BV RSUs. On the vesting date, each Executive will become vested in a number of shares of the Company’s common stock (from 0 to 200% of his BV RSU Target) based on how the Company’s cumulative growth in LTI Book Value per Share (as defined below) over a three-year performance period (from March 31, 2017 through March 31, 2020) compares to the following reference points:

  LTI Book Value per Share Growth (1) Payout Percentage(1)

(% of BV RSU Target)

≥50% 200%
40% 150%
30% 100%
20% 50%
<10%(2) 0%
  (1)   If the Company’s growth in LTI Book Value per Share falls between two referenced percentages, the payout percentage will be interpolated.
  (2)   If the Company’s growth in LTI Book Value per Share is less than 10%, the payout percentage will be 0.

The Company’s “LTI Book Value per Share” is defined as: (A) Tangible Book Value (Total Stockholders’ Equity less Goodwill and Other Intangible Assets, net) adjusted to exclude: (1) Accumulated Other Comprehensive Income; and (2) the impacts, if any, during the three-year performance period from: (i) repurchases or retirements of convertible bonds; (ii) merger and acquisition-related expenses; (iii) changes in goodwill and other intangible assets related to acquisitions or dispositions; (iv) repurchases of common shares; and (v) declared dividends on common shares; divided by (B) basic shares of common stock outstanding, as adjusted to exclude the share impact, if any, related to any of the items identified in (A) above, each applied on a consistent basis.

Provisions Generally Applicable to Performance Based RSUs.

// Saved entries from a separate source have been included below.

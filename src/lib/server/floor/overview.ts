import { FLOOR_DEFAULTS, lineTile, type LineTile } from '$lib/floor/tile';
import type { Db } from '../db';
import { loadLineFacts } from './facts';

/**
 * Tiles of every active line (or of `lineIds`), in line code order: what `GET /api/lines/overview`
 * answers and the stream sends one at a time.
 */
export function lineTiles(db: Db, nowMs = Date.now(), lineIds?: readonly number[]): LineTile[] {
	return loadLineFacts(db, nowMs, lineIds).map((facts) => lineTile(facts, nowMs, FLOOR_DEFAULTS));
}

/** The overview answer: `{ lines, at }`. */
export function lineOverview(db: Db, nowMs = Date.now()): { lines: LineTile[]; at: string } {
	return { lines: lineTiles(db, nowMs), at: new Date(nowMs).toISOString() };
}
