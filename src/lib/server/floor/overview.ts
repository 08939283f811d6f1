import type Database from 'better-sqlite3';
import { lineTile, type LineFacts, type LineTile } from '$lib/floor/tile';
import type { Db } from '../db';
import { takePublishedEvents } from './events';
import { loadLineFacts } from './facts';
import { linesOfEvent } from './lines-of';
import { siteFloorSettings } from './floor-settings';

/**
 * Tiles of every active line (or of `lineIds`), in line code order: what `GET /api/lines/overview`
 * answers and the stream sends one at a time.
 *
 * A line's facts (its run, stencil, lot, last boards, signals) change only when a service writes,
 * and every such write publishes a floor event. So the facts are kept per line and read again
 * only for lines an event touched since, or after FACTS_MAX_AGE_MS (a safety net for changes
 * made outside the services, e.g. by hand in the database). The tile itself (what is due, ages,
 * the state) is computed from the facts at every request, so the clock is always current.
 */
export const FACTS_MAX_AGE_MS = 30_000;
/** Aged lines re-read per request at most. */
const AGED_PER_REQUEST = 10;

type Cache = { facts: Map<number, { facts: LineFacts; atMs: number }> };
const caches = new WeakMap<Database.Database, Cache>();

function cacheOf(db: Db): Cache {
	let cache = caches.get(db.$client);
	if (!cache) {
		cache = { facts: new Map() };
		caches.set(db.$client, cache);
	}
	return cache;
}

/** Forget the lines events touched since the last call (run before every read). */
function applyEvents(db: Db, cache: Cache): void {
	const { events, overflow } = takePublishedEvents();
	if (overflow) {
		cache.facts.clear();
		return;
	}
	for (const e of events) {
		for (const id of linesOfEvent(db, e)) cache.facts.delete(id);
	}
}

export function lineTiles(db: Db, nowMs = Date.now(), lineIds?: readonly number[]): LineTile[] {
	const cache = cacheOf(db);
	applyEvents(db, cache);
	// Which lines are active: one small indexed read, always current (lines are added or retired).
	const active = db.$client
		.prepare(`select id from lines where active = 1 order by code`)
		.pluck()
		.all() as number[];
	const wanted = lineIds ? active.filter((id) => lineIds.includes(id)) : active;
	const missing = wanted.filter((id) => !cache.facts.has(id));
	// Aged facts are refreshed a few at a time, oldest first, so lines that went quiet together do
	// not all come due on one request (the others keep their facts until a later one).
	const aged = wanted
		.filter((id) => {
			const entry = cache.facts.get(id);
			return entry && (nowMs - entry.atMs > FACTS_MAX_AGE_MS || nowMs < entry.atMs);
		})
		.sort((a, b) => cache.facts.get(a)!.atMs - cache.facts.get(b)!.atMs)
		.slice(0, AGED_PER_REQUEST);
	missing.push(...aged);
	if (missing.length) {
		for (const facts of loadLineFacts(db, nowMs, missing)) {
			cache.facts.set(facts.line.id, { facts, atMs: nowMs });
		}
	}
	const tiles: LineTile[] = [];
	for (const id of wanted) {
		const entry = cache.facts.get(id);
		if (entry) tiles.push(lineTile(entry.facts, nowMs, siteFloorSettings()));
	}
	return tiles;
}

/** The overview answer: `{ lines, at }`. */
export function lineOverview(db: Db, nowMs = Date.now()): { lines: LineTile[]; at: string } {
	return { lines: lineTiles(db, nowMs), at: new Date(nowMs).toISOString() };
}
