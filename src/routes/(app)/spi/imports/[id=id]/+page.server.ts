import { error } from '@sveltejs/kit';
import { getDb } from '$lib/server/db';
import { requireActor } from '$lib/server/guards';
import { getImport, searchBoards } from '$lib/server/ingest';
import type { PageServerLoad } from './$types';

export const load: PageServerLoad = async ({ locals, params }) => {
	requireActor(locals);
	const id = Number(params.id);
	const record = getImport(getDb(), id);
	if (!record) error(404, `No SPI import ${params.id}.`);
	return {
		record,
		boards: record.status === 'imported' ? searchBoards(getDb(), { importId: id, limit: 200 }) : []
	};
};
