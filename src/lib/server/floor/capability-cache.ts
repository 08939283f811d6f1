import type { CharacteristicFact } from '$lib/floor/tile';
import type { Db } from '../db';
import { characteristicsFor } from '../spc/chart-source';
import { chartDetail } from '../spc/chart-service';
import { openSignalCounts } from '../spc/signals';

/**
 * Key characteristics' state for the tiles: the capability assessment of each active chart of the
 * line's product (the chart page's own `chartDetail`, newest 200 points) and its open signals.
 * A chart assessment reads up to 200 subgroups, too much to repeat for every tile on every
 * request, so each is kept for CAPABILITY_MAX_AGE_MS and then refreshed after the answer
 * (the tile shows the previous figures meanwhile). Open-signal counts are always current.
 */
export const CAPABILITY_MAX_AGE_MS = 60_000;

type Entry = {
	atMs: number;
	fact: Omit<CharacteristicFact, 'openSignals'> & { target: number | null };
};
const entries = new Map<number, Entry>();
const refreshing = new Set<number>();
let refreshQueue: number[] = [];
let refreshTimer: ReturnType<typeof setTimeout> | null = null;

function assess(db: Db, id: number): Entry['fact'] | null {
	try {
		const d = chartDetail(db, id);
		const cap = d.capability.result;
		return {
			id,
			name: d.characteristic.name,
			measure: d.characteristic.measure,
			// The one capability assessment's verdict, as the chart page shows it.
			level: d.capability.assessment.verdict,
			cpk: cap?.cpk ?? null,
			ppk: cap?.ppk ?? null,
			target: d.characteristic.target
		};
	} catch (err) {
		console.error(`[floor] capability of chart ${id} failed`, err);
		return null;
	}
}

function scheduleRefresh(db: Db, id: number): void {
	if (refreshing.has(id)) return;
	refreshing.add(id);
	refreshQueue.push(id);
	if (refreshTimer) return;
	// One chart per turn of the event loop, so requests are never held up behind a batch.
	const step = () => {
		const next = refreshQueue.shift();
		if (next === undefined) {
			refreshTimer = null;
			return;
		}
		const fact = assess(db, next);
		if (fact) entries.set(next, { atMs: Date.now(), fact });
		refreshing.delete(next);
		refreshTimer = setTimeout(step, 0);
	};
	refreshTimer = setTimeout(step, 0);
}

/** Forget every cached assessment (tests). */
export function clearCapabilityCache(): void {
	entries.clear();
	refreshing.clear();
	refreshQueue = [];
}

/**
 * Characteristic facts per `${productId}:${lineId}` for the given scopes.
 * @example capabilityStates(db, [{ productId: 1, lineId: 1 }]).get('1:1')
 */
export function capabilityStates(
	db: Db,
	scopes: readonly { productId: number; lineId: number }[],
	nowMs = Date.now()
): Map<string, (CharacteristicFact & { target: number | null })[]> {
	const out = new Map<string, (CharacteristicFact & { target: number | null })[]>();
	if (scopes.length === 0) return out;
	const open = openSignalCounts(db);
	for (const scope of scopes) {
		const key = `${scope.productId}:${scope.lineId}`;
		if (out.has(key)) continue;
		const list: (CharacteristicFact & { target: number | null })[] = [];
		for (const c of characteristicsFor(db, scope.productId, scope.lineId)) {
			let entry = entries.get(c.id);
			if (!entry) {
				const fact = assess(db, c.id);
				if (!fact) continue;
				entry = { atMs: nowMs, fact };
				entries.set(c.id, entry);
			} else if (nowMs - entry.atMs > CAPABILITY_MAX_AGE_MS) {
				scheduleRefresh(db, c.id);
			}
			list.push({ ...entry.fact, openSignals: open.get(c.id) ?? 0 });
		}
		out.set(key, list);
	}
	return out;
}
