test.describe('stencil-life API', () => {
	test('GET lists life figures; POST entries: 201 with the stored entry, 401, 403, 422 with errors, 404', async ({
		request
	}) => {
		const name = `ST-LIFE-${Date.now() % 100000}`;
		const engineer = bearer(tokenFor('engineer'));
		const technician = bearer(tokenFor('technician'));
		const created = await request.post('/api/stencils', {
			headers: engineer,
			data: {
				name,
				revision: 'A',
				thicknessUm: 100,
				technology: 'laser-stainless',
				ratedLifePrints: 50000
			}
		});
		expect(created.status()).toBe(201);
		const { id } = await created.json();
		const entries = `/api/stencil-life/${id}/entries`;

		// Who may call: anyone signed in reads, viewers and quality do not write.
		expect((await request.get('/api/stencil-life')).status()).toBe(401);
		expect(
			(await request.post(entries, { data: { kind: 'cleaning', detail: 'IPA wipe' } })).status()
		).toBe(401);
		expect(
			(
				await request.post(entries, {
					headers: bearer(tokenFor('viewer')),
					data: { kind: 'cleaning', detail: 'IPA wipe' }
				})
			).status()
		).toBe(403);
		expect(
			(
				await request.post(entries, {
					headers: bearer(tokenFor('quality')),
					data: { kind: 'cleaning', detail: 'IPA wipe' }
				})
			).status()
		).toBe(403);

		// Tension readings in N/cm: stored and returned, the low one reported.
		const tension = await request.post(entries, {
			headers: technician,
			data: {
				kind: 'tension',
				readingsNPerCm: [38, 34.5, 40],
				note: 'quarterly check',
				at: '2026-03-02T08:00:00Z'
			}
		});
		expect(tension.status()).toBe(201);
		const stored = await tension.json();
		expect(stored.entry).toMatchObject({
			stencilId: id,
			kind: 'tension',
			readingsNPerCm: [38, 34.5, 40],
			note: 'quarterly check',
			at: '2026-03-02T08:00:00.000Z'
		});
		expect(stored.entry.id).toEqual(expect.any(Number));
		expect(stored.tension).toMatchObject({
			minimumNPerCm: 34.5,
			meanNPerCm: 37.5,
			pass: false,
			low: [{ index: 1, valueNPerCm: 34.5 }]
		});
		const cleaned = await request.post(entries, {
			headers: technician,
			data: { kind: 'cleaning', detail: 'ultrasonic, water-based cleaner' }
		});
		expect(cleaned.status()).toBe(201);
		expect((await cleaned.json()).entry).toMatchObject({
			kind: 'cleaning',
			detail: 'ultrasonic, water-based cleaner'
		});
		const state = await request.post(entries, {
			headers: technician,
			data: { kind: 'state', toState: 'out-for-cleaning' }
		});
		expect(state.status()).toBe(201);
		expect(await state.json()).toMatchObject({
			entry: { kind: 'state', fromState: 'available', toState: 'out-for-cleaning' },
			stencil: { state: 'out-for-cleaning' }
		});

		// Bad input: 422 { errors: [{ field, message }] } naming each field; nothing stored.
		const cases: [unknown, string][] = [
			[{ kind: 'tension', readingsNPerCm: [38, 350] }, 'readingsNPerCm[1]'],
			[{ kind: 'tension', readingsNPerCm: 'thirty-eight' }, 'readingsNPerCm'],
			[{ kind: 'state', toState: 'in-use' }, 'toState'],
			[{ kind: 'state', toState: 'quarantined' }, 'note'],
			[{ kind: 'inspection', detail: '  ' }, 'detail'],
			[{ kind: 'polished' }, 'kind'],
			[{ kind: 'cleaning', detail: 'x', at: '2999-01-01T00:00:00Z' }, 'at']
		];
		for (const [data, field] of cases) {
			const refused = await request.post(entries, { headers: technician, data: data as object });
			expect(refused.status(), JSON.stringify(data)).toBe(422);
			const body = await refused.json();
			expect(body.errors).toContainEqual({ field, message: expect.any(String) });
		}
		const notJson = await request.post(entries, {
			headers: { ...technician, 'content-type': 'application/json' },
			data: '{oops'
		});
		expect(notJson.status()).toBe(422);
		expect((await notJson.json()).errors[0].field).toBe('(body)');
		const unknown = await request.post('/api/stencil-life/999999/entries', {
			headers: technician,
			data: { kind: 'cleaning', detail: 'x' }
		});
		expect(unknown.status()).toBe(404);
		expect((await unknown.json()).errors[0]).toMatchObject({ field: 'stencil' });
		expect(
			(
				await request.post('/api/stencil-life/abc/entries', {
					headers: technician,
					data: { kind: 'cleaning', detail: 'x' }
				})
			).status()
		).toBe(404);

		// The list: print count, rated life, share used, state, latest tension.
		const listed = await request.get('/api/stencil-life', { headers: bearer(tokenFor('viewer')) });
		expect(listed.status()).toBe(200);
		const mine = (await listed.json()).stencils.find((s: { id: number }) => s.id === id);
		expect(mine).toMatchObject({
			name,
			state: 'out-for-cleaning',
			printCount: 0,
			ratedLifePrints: 50000,
			lifeUsedPct: 0,
			nearLife: false,
			latestTension: {
				at: '2026-03-02T08:00:00.000Z',
				readingsNPerCm: [38, 34.5, 40],
				minimumNPerCm: 34.5,
				pass: false
			}
		});
		expect(mine.forRun.refuse).toContain('out for cleaning');
	});
});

The Performance Based RSUs include a one-year, post-vesting holding period, such that the vested Performance Based RSUs will not be convertible into shares (other than shares withheld to pay taxes due at vesting) until the one-year anniversary of the vesting date of the Performance Based RSUs. However, as set forth in the applicable grant instrument, the post-vesting holding period will not apply in certain circumstances, such as the Executive's death or disability during employment, the occurrence of a change of control after the end of the performance period, or certain terminations of employment in the event of a change of control before the end of the performance period.

The Performance Based RSU awards provide for “double trigger” vesting in the event of a change of control. In the event of a change of control of the Company before the end of the three-year performance period, the Performance Based RSUs will vest at target at the end of the three-year performance period on May 10, 2020, provided that the Executive remains employed by the Company through such date. However, if the Executive’s employment is terminated by the Company without “cause,” or the Executive terminates employment for “good reason” (as those terms are defined in the grant instrument), in each case within 90 days before or one year after a change of control, the Performance Based RSUs will become fully vested at target upon such termination (or the date of the change of control, if later).  


If the Executive retires before the end of the three-year performance period, the award will remain outstanding and will vest at the end of the performance period to the extent that the performance criteria have been satisfied (or will vest at the target level in the event of a change of control as discussed above) and generally will become payable subject to the one-year holding period. Additionally, the Performance Based RSUs will become fully vested and payable at target in the event of the Executive’s death or disability during employment.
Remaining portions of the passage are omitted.